Incident Report
Incident Reference: 92861
Incident Overview
Incident affecting the replication between Master and Replica databases on the Kornit X Platform
Date/Time identified
08/11/2022 08:43 GMT
How was the issue identified?
- Alerts were raised by the Kornit X system monitoring
What Date / Time was the service to customers first affected?
08/11/2022 09:30 GMT
What was the impact?
The impact on customers was introduced by Kornit X as we had to disable our background processes and integrations to ensure data integrity across the Platform whilst the replication service was down.
This resulted in several functions and services being unavailable, including order processing, data import/export and production workflow for a number of customers.
Orders processed via API were not impacted and a number of functions within the Kornit X Web Portal were unaffected.

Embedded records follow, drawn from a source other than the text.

package evidence

import (
	"testing"
	"time"
)

// Every case holds.
func TestCases(t *testing.T) {
	for _, c := range Cases() {
		t0 := time.Now()
		out := c.run(t.Context())
		t.Log(c.Name, time.Since(t0))
		if out.Err != nil {
			t.Errorf("%s: %v", c.Name, out.Err)
		}
		for _, r := range out.Readings {
			t.Logf("  %s: %.10g ± %.2g, want %.10g (off by %.2g)", r.What, r.Got, r.Bar, r.Value, r.Got-r.Value)
			if !r.Passed {
				t.Errorf("%s, %s: %.10g ± %.2g, want %.10g ± %.2g", c.Name, r.What, r.Got, r.Bar, r.Value, r.Accuracy)
			}
		}
	}
}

What was done to restore service?
- Initially, we restarted the Master database to get replication files outputting again
- After this was completed at 1 pm, we re-enabled several key services and integrations and continued doing this throughout the day to minimise customer impact and ensure ongoing operations across as many services as possible.

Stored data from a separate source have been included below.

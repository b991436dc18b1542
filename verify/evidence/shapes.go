package evidence

import (
	"math"

	"gonum.org/v1/gonum/spatial/r2"

	"notchproof/fem"
	"notchproof/mesh/outline"
)

func pt(x, y float64) r2.Vec { return r2.Vec{X: x, Y: y} }

// Line is a straight side.
func Line(a, b r2.Vec) outline.Side { return outline.Side{Curve: outline.Line{A: a, B: b}} }

// Ellipse is the arc about the origin between two eccentric angles in degrees.
func Ellipse(a, b, from, to float64) outline.Side {
	const degree = math.Pi / 180
	if a == b {
		return outline.Side{Curve: outline.Arc{Radius: a, Start: from * degree, Sweep: (to - from) * degree}}
	}
	return outline.Side{Curve: outline.EllipticArc{A: a, B: b, Start: from * degree, Sweep: (to - from) * degree}}
}

// QuarterRing is bounded by two quarters of ellipses with their axes along x and
// y. Sides: 0 y = 0, 1 outside, 2 x = 0, 3 inside.
func QuarterRing(a, b, outerA, outerB float64) outline.Loop {
	return outline.Loop{
		Line(pt(a, 0), pt(outerA, 0)), Ellipse(outerA, outerB, 0, 90),
		Line(pt(0, outerB), pt(0, b)), Ellipse(a, b, 90, 0),
	}
}

// QuarterPlate is a square plate of half-width far with an elliptic hole in its
// middle. Sides: 0 y = 0, 1 x = far, 2 y = far, 3 x = 0, 4 hole.
func QuarterPlate(a, b, far float64) outline.Loop {
	return outline.Loop{
		Line(pt(a, 0), pt(far, 0)), Line(pt(far, 0), pt(far, far)), Line(pt(far, far), pt(0, far)),
		Line(pt(0, far), pt(0, b)), Ellipse(a, b, 90, 0),
	}
}

// Mirrored are the supports of symmetry about both axes: u_y on side low, u_x on
// side left.
func Mirrored(low, left int) []fem.Fixed {
	return []fem.Fixed{{Side: low, Unknown: 1}, {Side: left, Unknown: 0}}
}

// Pressed is a pressure on a circle about the origin, or on another curve whose
// normal out of the material is given.
func Pressed(side int, p float64, normal func(r2.Vec) r2.Vec) fem.Traction {
	return fem.Traction{Side: side, On: func(at r2.Vec) [3]float64 {
		n := normal(at)
		return [3]float64{-p * n.X, -p * n.Y, 0}
	}}
}

// Inward is the unit vector towards the origin.
func Inward(at r2.Vec) r2.Vec { return r2.Scale(-1/r2.Norm(at), at) }

// Pulled is a uniform traction.
func Pulled(side int, x, y float64) fem.Traction {
	return fem.Traction{Side: side, On: func(r2.Vec) [3]float64 { return [3]float64{x, y, 0} }}
}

- Subsequently, we underwent a lengthy process of rebuilding our replica databases which involved taking a full backup of the Master Db, copying the backup files to the relevant server and restoring the replica databases.
- Post-rebuild of the replica databases, all remaining services were re-enabled.
What time was service restored?
- 08/11/2022 13:00 GMT – Primary services and integrations
- 08/11/2022 15:00 – 21:00 GMT – Secondary services and integrations
- 09/11/2022 10:00 GMT – All services and integrations operational
What caused the service to fail?
- V2 Order Manager search queries resulting in data-intense transactions being executed against the Master database.
- The creation of temporary tables to support these queries resulted in the temporary directory on the server running out of disk space. This invoked a default setting in MySQL which ultimately resulted in the Master database not writing to the replication logs and the replica databases not functioning.
What is being done to prevent recurrence?
- Platform V2 updated to use AWS Elastic Search service
- MySQL setting updated to avoid the scenario where the replication service fails and requires rebuilding.
Are there any further actions?
- Additional monitoring has been configured to help identify a similar occurrence earlier.